There are more interesting tales to tell: Is there, for example, as Dr. Jekyll implies, good and bad in all of us? If we were freed of consequence, both of conscience and of reality, would we all become demons, monsters from the id? Once those demons are freed, can the genie be put back into the bottle?
And what of the science that probes where humans perhaps should not tread? Are we better off for knowing the secrets of the atom or the sequencing of our genes? These are questions dealt with by important works of theater from Goethe’s Faust, to Dürrenmatt’s The Physicists (“What is thought cannot be unthought.”), to Michael Frayn’s Copenhagen. Should humans limit themselves to realms that cannot open Pandora’s Box? Can humans limit themselves once they envision a new idea? Are we all doomed to suffer Dr. Jekyll’s fate? Do, as in the title of John Straley’s novel,m the curious eat themselves? Is humanity itself doomed to destroy itself because it cannot resist the power of understanding? Are we all doomed to pay again and again for that first bite of the apple from the Tree of Knowledge?
There are other important questions here, psychological questions as well as philosophical. Dr. Jekyll clearly makes a choice to become Mr. Hyde. Even after discovering that the effect of the potion is far more than he had imagined, perhaps because the power of his unconscious desires are far more powerful than he imagined, he repeats and repeats the “experiment,” allowing freer and more freer reign to his wildest impulses, including murder.

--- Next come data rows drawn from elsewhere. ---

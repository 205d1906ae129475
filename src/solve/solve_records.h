/* solve_records.h - the records of the stage `solve`: what comes in as the model's input, what is
 * found as records.
 *
 * Beside solve.c the only file of this folder that sees the stream. It holds no numerics and makes
 * no decisions: solve.c says what is written, in which order. All functions that give an int give
 * STATUS_DONE or an exit code (base/status.h) whose message has been printed.
 */
#ifndef LOPSIDE_SOLVE_SOLVE_RECORDS_H
#define LOPSIDE_SOLVE_SOLVE_RECORDS_H

#include <stdbool.h>
#include <stddef.h>

#include "base/options.h"
#include "solve/remedy.h"
#include "solve/advice.h"
#include "solve/answer.h"
#include "solve/lookback.h"
#include "solve/model.h"
#include "solve/slope.h"
#include "stream/records.h"
#include "stream/stream.h"

struct solve_records {
    struct stream stream;
    struct model_reading *readings; /* owned */
    size_t count, room;
    struct vetted_record *ruled; /* owned: vet's rulings, as they came */
    size_t ruled_count, ruled_room;
    struct slope *slopes;        /* owned, runs x sensors: vectors over speed within the runs */
    struct slope_match *matches; /* owned: readings that were brought to one speed */
    size_t match_count, match_room;
    struct remedy_cause *causes; /* owned: findings above a limit, all stages' */
    size_t cause_count, cause_room;
    struct line line;
    long dropped;    /* readings that the regression refused and does without */
    char first[200]; /* of them, the first: what the line on standard error says */
    bool said;       /* a refusal of ours says already why there is no correction */
    int status;      /* the exit code that the answer calls for */
};

/* Begins with the job record of the first file (standard input where there is none); `s` is to be
 * released whatever comes back. */
int solve_records_open(struct solve_records *s, const struct option_list *files)
    __attribute__((warn_unused_result));
void solve_records_release(struct solve_records *s);

/* Passes all records on and keeps readings (SI peak, vet's widening added to their covariance,
 * vet's use) and slopes. A reading without a ruling is STATUS_USAGE. */
int solve_records_read(struct solve_records *s) __attribute__((warn_unused_result));

/* Readings of slightly different speeds become readings of one, where that helps; `matches` says
 * which. */
int solve_records_bring(struct solve_records *s) __attribute__((warn_unused_result));

/* What the regression knows of each plane's effect; nothing from amplitudes, whose phase is none.
 */
int solve_records_responses(struct solve_records *s, const struct model *m)
    __attribute__((warn_unused_result));
int solve_records_finding(struct solve_records *s, const struct advice_finding *f)
    __attribute__((warn_unused_result));
/* A reading that the regression refused and does without: the finding, and the line on standard
 * error. */
int solve_records_dropped(struct solve_records *s, const struct advice_finding *f)
    __attribute__((warn_unused_result));
/* A corrected run's reading of one row (sensor and condition) against what the runs before it
 * predict. */
int solve_records_compared(struct solve_records *s, const struct model *m,
                           const struct model_row *row, int run, const struct lookback *look)
    __attribute__((warn_unused_result));

/* Of an answer: the ideal weights, the parts of two planes' ideal weight, what to fit now, and
 * (after the outlook is filled) forecasts with their zones and residuals. */
int solve_records_corrections(struct solve_records *s, const struct answer *a)
    __attribute__((warn_unused_result));
int solve_records_parts(struct solve_records *s, const struct answer *a)
    __attribute__((warn_unused_result));
int solve_records_placements(struct solve_records *s, const struct answer *a)
    __attribute__((warn_unused_result));
int solve_records_outlook(struct solve_records *s, const struct answer *a)
    __attribute__((warn_unused_result));

/* The closing record with the figures of its step, and for a `status` other than STATUS_DONE the
 * line on standard error. `a` is NULL where there is no answer. The stage's exit code becomes
 * `status`. */
int solve_records_next(struct solve_records *s, const struct advice_next *next,
                       const struct answer *a, int status) __attribute__((warn_unused_result));

#endif
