#include "solve/stored.h"

#include <math.h>
#include <stdlib.h>
#include <string.h>

#include "solve/regress.h"

void stored_match(const struct model *m, struct model_row *row)
{
    const struct job *job = m->job;
    for (size_t i = 0; i < job->response_count && !m->amplitudes; i++) {
        const struct job_response *r = &job->responses[i];
        if (r->sensor != row->sensor || strcmp(r->condition, m->conditions[row->condition]) != 0)
            continue;
        double away = fabs(r->speed_rpm - row->speed_rpm) / row->speed_rpm;
        if (away > STORED_SPEED_APART) /* never with a speed that is not known */
            row->apart = r;
        else
            row->stored[r->plane] = r;
    }
}

int stored_rank(const struct model_row *row, size_t planes, size_t count, const double complex *x)
{
    bool *held = calloc(planes + 1, sizeof *held);
    if (!held)
        return REGRESS_NO_MEMORY;
    for (size_t p = 0; p < planes; p++)
        held[p] = row->stored[p] != NULL;
    int rank = regress_rank(count, planes, x, held);
    free(held);
    return rank;
}

struct priors {
    size_t count;
    size_t *plane;
    double complex *vector;
    double (*cov)[3];
};

static void priors_release(struct priors *q)
{
    free(q->plane);
    free(q->vector);
    free(q->cov);
}

/* The stored responses of the row as arrays. */
static int priors_init(struct priors *q, const struct model_row *row, size_t planes)
{
    *q = (struct priors){0, calloc(planes + 1, sizeof *q->plane),
                         calloc(planes + 1, sizeof *q->vector), calloc(planes + 1, sizeof *q->cov)};
    if (!q->plane || !q->vector || !q->cov) {
        priors_release(q);
        return REGRESS_NO_MEMORY;
    }
    for (size_t p = 0; p < planes; p++) {
        if (!row->stored[p])
            continue;
        q->plane[q->count] = p;
        q->vector[q->count] = row->stored[p]->vector;
        memcpy(q->cov[q->count++], row->stored[p]->cov, sizeof q->cov[0]);
    }
    return REGRESS_OK;
}

/* The furthest that a response of the runs alone lies from its stored one, in s.e. of both. */
static void compare(struct model_row *row, const struct posterior *own, size_t planes)
{
    for (size_t p = 0; p < planes; p++) {
        const struct job_response *r = row->stored[p];
        double cov[3];
        if (!r || !own->known[p + 1])
            continue;
        posterior_marginal(own, p + 1, cov);
        double away = cabs(own->mean[p + 1] - r->vector);
        double least =
            1e-9 * cabs(r->vector); /* exact ones are known to nine digits, as readings are */
        double se = sqrt(fmax(cov[0] + cov[2] + r->cov[0] + r->cov[2], least * least));
        if (se > 0 && !(away / se <= row->changed)) {
            row->changed = away / se;
            row->changed_plane = (int)p;
        }
    }
}

/* The readings with the prior; where they contradict each other, again with a prior widened. */
static int fit_both(struct model_row *row, struct regress_data *data, struct priors *q)
{
    size_t at = 0;
    data->prior_count = q->count;
    data->prior_plane = q->plane;
    data->prior = q->vector;
    data->prior_cov = (const double(*)[3])q->cov;
    int result = regress_fit(data, &row->posterior);
    if (result != REGRESS_OK)
        return result;
    double misfit = regress_misfit(data, &row->posterior, &at);
    if (isnan(row->changed) && isnan(row->misfit)) { /* only stored and new together are spare */
        row->changed = misfit;
        row->misfit_run = row->count > 0 ? row->runs[at] : 0;
    }
    row->kept = MODEL_STORED_HELD;
    if (!(row->changed >= STORED_CHANGED))
        return REGRESS_OK;
    row->kept = MODEL_STORED_WIDENED;
    for (size_t j = 0; j < q->count; j++)
        for (int k = 0; k < 3; k++)
            q->cov[j][k] *= row->changed * row->changed;
    posterior_release(&row->posterior);
    return regress_fit(data, &row->posterior);
}

int stored_fit(struct model_row *row, size_t planes)
{
    struct regress_data data = {.count = row->count,
                                .planes = planes,
                                .y = row->y,
                                .x = row->x,
                                .cov = (const double(*)[3])row->total,
                                .scale = row->as_found};
    struct priors q;
    size_t at = 0;
    int result = priors_init(&q, row, planes);
    if (result != REGRESS_OK)
        return result;
    result = regress_fit(&data, &row->posterior);
    if (result == REGRESS_OK) {
        row->misfit = regress_misfit(&data, &row->posterior, &at);
        row->misfit_run = row->count > 0 ? row->runs[at] : 0;
        compare(row, &row->posterior, planes);
    }
    bool whole = row->posterior.rank == planes + 1;
    if (result == REGRESS_OK && q.count > 0 && whole && row->changed >= STORED_CHANGED) {
        row->kept = MODEL_STORED_LEFT;
        memset(row->stored, 0, planes * sizeof(const struct job_response *));
    } else if (result == REGRESS_OK && q.count > 0) {
        posterior_release(&row->posterior);
        result = fit_both(row, &data, &q);
    }
    priors_release(&q);
    return result;
}
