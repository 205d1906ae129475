/* remedy.h - after refusals: which runs are lost, why, and what mends it. */
#ifndef LOPSIDE_SOLVE_REMEDY_H
#define LOPSIDE_SOLVE_REMEDY_H

#include <stdbool.h>
#include <stddef.h>

#include "solve/advice.h"
#include "solve/model.h"
#include "stream/job.h"

struct remedy_cause { /* a finding above a limit, of any stage */
    char check[NAME_ROOM];
    int run, sensor; /* -1: none */
    bool refused;
    double value, limit;
    char text[400];
};

/* True for the checks that say what is wrong with the sheet or the set-up (`lag-follows-weight`,
 * `sensor-swapped`, `tape-moved` ...): they are causes from a caution on, the others once refused.
 */
bool remedy_is_diagnosis(const char *check);

/* 2x so far above 1x (%) that the tacho is asked first: one that counts a shaft of half the speed
 * shows 1x as 2x. Common practice, and vet's own advice. */
#define REMEDY_SHAFT_PCT 500

/* Puts what is told to be wrong with the sheet or the set-up in front of the step's text. */
void remedy_lead(const struct model *model, const struct remedy_cause *causes, size_t count,
                 struct advice_next *next);

/* Puts the text of the step `repeat` by the causes: first what is wrong with sheet or set-up, then
 * what was refused, by check, with all runs (two by name and how many more). Leaves `next` as it is
 * where no cause is about a run. */
void remedy_step(const struct model *model, const struct remedy_cause *causes, size_t count,
                 struct advice_next *next);

#endif
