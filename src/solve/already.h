/* already.h - is the machine good enough as found? */
#ifndef LOPSIDE_SOLVE_ALREADY_H
#define LOPSIDE_SOLVE_ALREADY_H

#include <stdbool.h>

#include "solve/advice.h"
#include "solve/model.h"

/* True where targets are set, nothing stays mounted, and for every row of the aim that has a target
 * the next reading as found stays within it, at the upper end of its 95 % range (the readings of the
 * runs without weights, their covariance, and the scatter from run to run). A row without such a
 * reading tells nothing: false. */
bool already_meets(const struct model *model);

/* The step `done` that says so. */
void already_step(const struct model *model, struct advice_next *next);

#endif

To put this is in a broader context: We are confronted, in this disturbing world we live in today, with the many faces of evil. Some cloak their violence in fundamentalist fanaticism and terror while others cloak it in patriotic jingoism. Jekyll and Hyde is ultimately a moral tale. Jekyll believes if he can void his consciousness and thus his conscience of the evil he does in his alter ego, he can simultaneously hold his head high as morally superior and do commit whatever acts of cruelty he wishes with impunity. Is this not what those who paint their global violence with patriotic and self-righteous attempt to do.
Jekyll/Hyde ultimately must pay the price of his hubris. Do the world leaders who have brought upon the catastrophic gap between have and have-nots and the self-aggrandizing fundamentalists who seek to erase this gap through terror believe they, too, will never have to answer for their acts? Perhaps. Certainly we need to understand evil better, including the forbidden lusts and unspeakable hatreds that lurks in our own hearts, if we are going to make any sense of the world we inhabit.